Mandiant has detailed how the extortion crew Silent Ransom Group (also tracked as Luna Moth and UNC3753) is breaking into US law firms and other professional-services companies through phone calls rather than malware. Attackers send a harmless-looking invoice or data-migration email, then call the target pretending to be internal IT support, talk them into starting a screen-share, and get them to install a remote management tool that hands over access. From there, Mandiant has seen data located, staged, and stolen in under an hour. The group skips encryption entirely, instead threatening to leak stolen files unless paid. A recent FBI alert added in-person office visits to the playbook.

Check
Review RMM and remote-access tool installs from the past month tied to inbound IT support calls, and flag invoice or data-migration emails sent from consumer addresses.
Affected
US law firms and financial and professional-services organizations whose staff can be phoned and talked into screen-sharing or installing remote management software.
Fix
Require staff to verify any IT support contact through a known internal channel before granting access, restrict who can install RMM tools, and enforce phishing-resistant MFA.

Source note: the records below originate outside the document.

StateGrid::Flow StateGrid::flow_between(const GridPlace& a, const GridPlace& b, double through) const {
  Flow flow;
  FaultCurrent& result = flow.current;
  struct Choice {
    Conductor first, second;
    const char* phases;
  };
  using enum Conductor;
  constexpr Choice kChoices[] = {{L1, L2, "L1-PE and L2-PE"}, {L2, L3, "L2-PE and L3-PE"}, {L3, L1, "L3-PE and L1-PE"},
                                 {L2, L1, "L2-PE and L1-PE"}, {L3, L2, "L3-PE and L2-PE"}, {L1, L3, "L1-PE and L3-PE"}};
  auto there = [&](const Choice& choice) {
    return a.have.contains({choice.first, PE}) && b.have.contains({choice.second, PE});
  };
  result.possible = std::any_of(std::begin(kChoices), std::end(kChoices), there);
  // Where each fault has a loop of its own the two share the network; else one loop goes through both.
  auto closed = [&](const GridPlace& place, Conductor line) {
    const int node = place.run < 0 ? place.node : grid().ends(place.run).from;
    return grid().connected(terminal_of(node, line), terminal_of(node, PE));
  };
  const bool most = condition_ == Condition::maximum;
  const bool opposed = system_of(network_, tree_, a.board).split_phase;
  const double turn = opposed ? std::numbers::pi : 2.0 * std::numbers::pi / 3.0;
  for (const Fault fault : {Fault::line_line, Fault::line_earth}) {
    const Candidates& candidates = of_fault_[static_cast<std::size_t>(fault)];
    result.known = candidates.known && !views_.empty();
    result.needs = candidates.needs;
    if (!result.usable()) return flow;
  }
  const Candidates& candidates = of_fault_[static_cast<std::size_t>(Fault::line_earth)];
  const double to_earth = driving_voltage_at(network_, tree_, a.board, condition_, Fault::line_earth);
  const double between = driving_voltage_at(network_, tree_, a.board, condition_, Fault::line_line);
  int best = -1;
  std::vector<Grid::Injection> chosen;
  for (const int v : candidates.views) {
    Grid grid = views_[at(v)].grid;
    if (!grid.solve(true)) continue;
    for (const Choice& choice : kChoices) {
      if (!there(choice)) continue;
      // One ampere through each loop: out of the line into the PE of the same place.
      Complex own[2];
      auto unit = [&](const GridPlace& place, Conductor line, Complex& local) {
        std::vector<Grid::Injection> injections;
        for (const auto& [c, sign] : {std::pair{line, 1.0}, std::pair{PE, -1.0}}) {
          const auto i = static_cast<int>(index(c));
          if (place.run < 0) {
            injections.push_back({terminal_of(place.node, c), -sign});
            local += place.beyond(i, i);
            continue;
          }
          const Grid::Ends ends = grid.ends(place.run);
          injections.push_back({terminal_of(ends.from, c), -sign * (1 - place.fraction)});
          injections.push_back({terminal_of(ends.to, c), -sign * place.fraction});
          local += place.fraction * (1 - place.fraction) * one_cable(grid, place)(i, i);
        }
        return injections;
      };
      const std::vector<Grid::Injection> first = unit(a, choice.first, own[0]);
      const std::vector<Grid::Injection> second = unit(b, choice.second, own[1]);
      auto drop = [](const std::vector<Grid::Injection>& through_unit, const std::vector<Complex>& potentials) {
        Complex volts = 0;
        for (const Grid::Injection& i : through_unit) volts += i.amps * potentials[at(i.terminal)];
        return volts;
      };
      const std::vector<Complex> by_first = grid.potentials(first);
      const std::vector<Complex> by_second = grid.potentials(second);
      const Complex aa = drop(first, by_first) + own[0] + through;
      const Complex bb = drop(second, by_second) + own[1] + through;
      const Complex ab = drop(first, by_second);
      Complex ia, ib, loop;
      double volts = between;
      if (closed(a, choice.first) && closed(b, choice.second)) {
        volts = to_earth;
        const Complex ea = std::polar(volts, -turn * static_cast<double>(index(choice.first)));
        const Complex eb = std::polar(volts, -turn * static_cast<double>(index(choice.second)));
        const Complex determinant = aa * bb - ab * ab;
        ia = (ea * bb - eb * ab) / determinant;
        ib = (eb * aa - ea * ab) / determinant;
        const bool first_governs = most ? std::abs(ia) >= std::abs(ib) : std::abs(ia) <= std::abs(ib);
        loop = first_governs ? ea / ia : eb / ib;
      } else {
        loop = aa + bb - 2.0 * ab;
        ia = volts / loop;
        ib = -ia;
      }
      const double amps = volts / std::abs(loop);
      constexpr double kEqual = 1e-9;  // equal choices: the first in the order of lines
      if (best >= 0 && (most ? amps <= result.amps * (1 + kEqual) : amps >= result.amps * (1 - kEqual))) continue;
      best = v;
      result.phases = choice.phases;
      result.volts = volts;
      result.amps = amps;
      result.loop = loop;
      result.ohms = std::abs(loop);
      result.x_over_r = x_over_r(loop);
      flow.pair_lines = {static_cast<int>(index(choice.first)), static_cast<int>(index(choice.second))};
      flow.pair_amps = {ia, ib};
      chosen.clear();
      for (const Grid::Injection& i : first) chosen.push_back({i.terminal, i.amps * ia});
      for (const Grid::Injection& i : second) chosen.push_back({i.terminal, i.amps * ib});
    }
  }
  if (best < 0) {
    result.known = false;
    result.needs = trouble_;
    return flow;
  }
  Eigen::Matrix<Complex, 5, 1> into = Eigen::Matrix<Complex, 5, 1>::Zero();
  into(flow.pair_lines[0]) = flow.pair_amps[0];
  into(flow.pair_lines[1]) = flow.pair_amps[1];
  into(4) = -flow.pair_amps[0] - flow.pair_amps[1];
  Flow traced = trace(best, chosen, nullptr, into);
  traced.current = result;
  traced.pair_lines = flow.pair_lines;
  traced.pair_amps = flow.pair_amps;
  if (most) traced.current.peak = peak_factor(result.x_over_r) * std::numbers::sqrt2 * result.amps;
  return traced;
}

CISA adds four more flaws to KEV - SimpleHelp authorization bypass (CVSS 9.9), Samsung MagicINFO, and the D-Link DIR-823X bug already powering fresh Mirai botnets

CISA added four flaws to KEV on April 24 with a May 8 federal deadline. The headline is CVE-2024-57726 (CVSS 9.9), a missing authorization in SimpleHelp RMM that lets a low-privileged technician mint API keys above their role and escalate to server admin; companion CVE-2024-57728 (CVSS 7.2) chains a path traversal for RCE. SimpleHelp featured in DragonForce and Akira ransomware campaigns last year. CVE-2024-7399 (CVSS 8.8) is a Samsung MagicINFO 9 path traversal with a public PoC since 2024. The fourth, CVE-2025-29635, is the D-Link DIR-823X bug we covered last week.

Check
Inventory exposed instances of SimpleHelp, Samsung MagicINFO 9 Server, and any remaining D-Link DIR-823X routers. SimpleHelp is the priority - it sits inside the IT trust boundary.
Affected
SimpleHelp before 5.5.8 against CVE-2024-57726 and CVE-2024-57728 (chained to RCE as the SimpleHelp server user). Samsung MagicINFO 9 Server unpatched against CVE-2024-7399. D-Link DIR-823X firmware 240126 and 24082 against CVE-2025-29635 - the product line is discontinued and no vendor patch exists.
Fix
Upgrade SimpleHelp to 5.5.8+ and rotate every API key issued by every technician account, since unprivileged techs could have minted privileged keys during the vulnerable window. Audit SimpleHelp session logs for anomalies. Patch Samsung MagicINFO and remove its internet exposure. For D-Link DIR-823X, replace the hardware - there is no fix. Treat May 8 as your own deadline.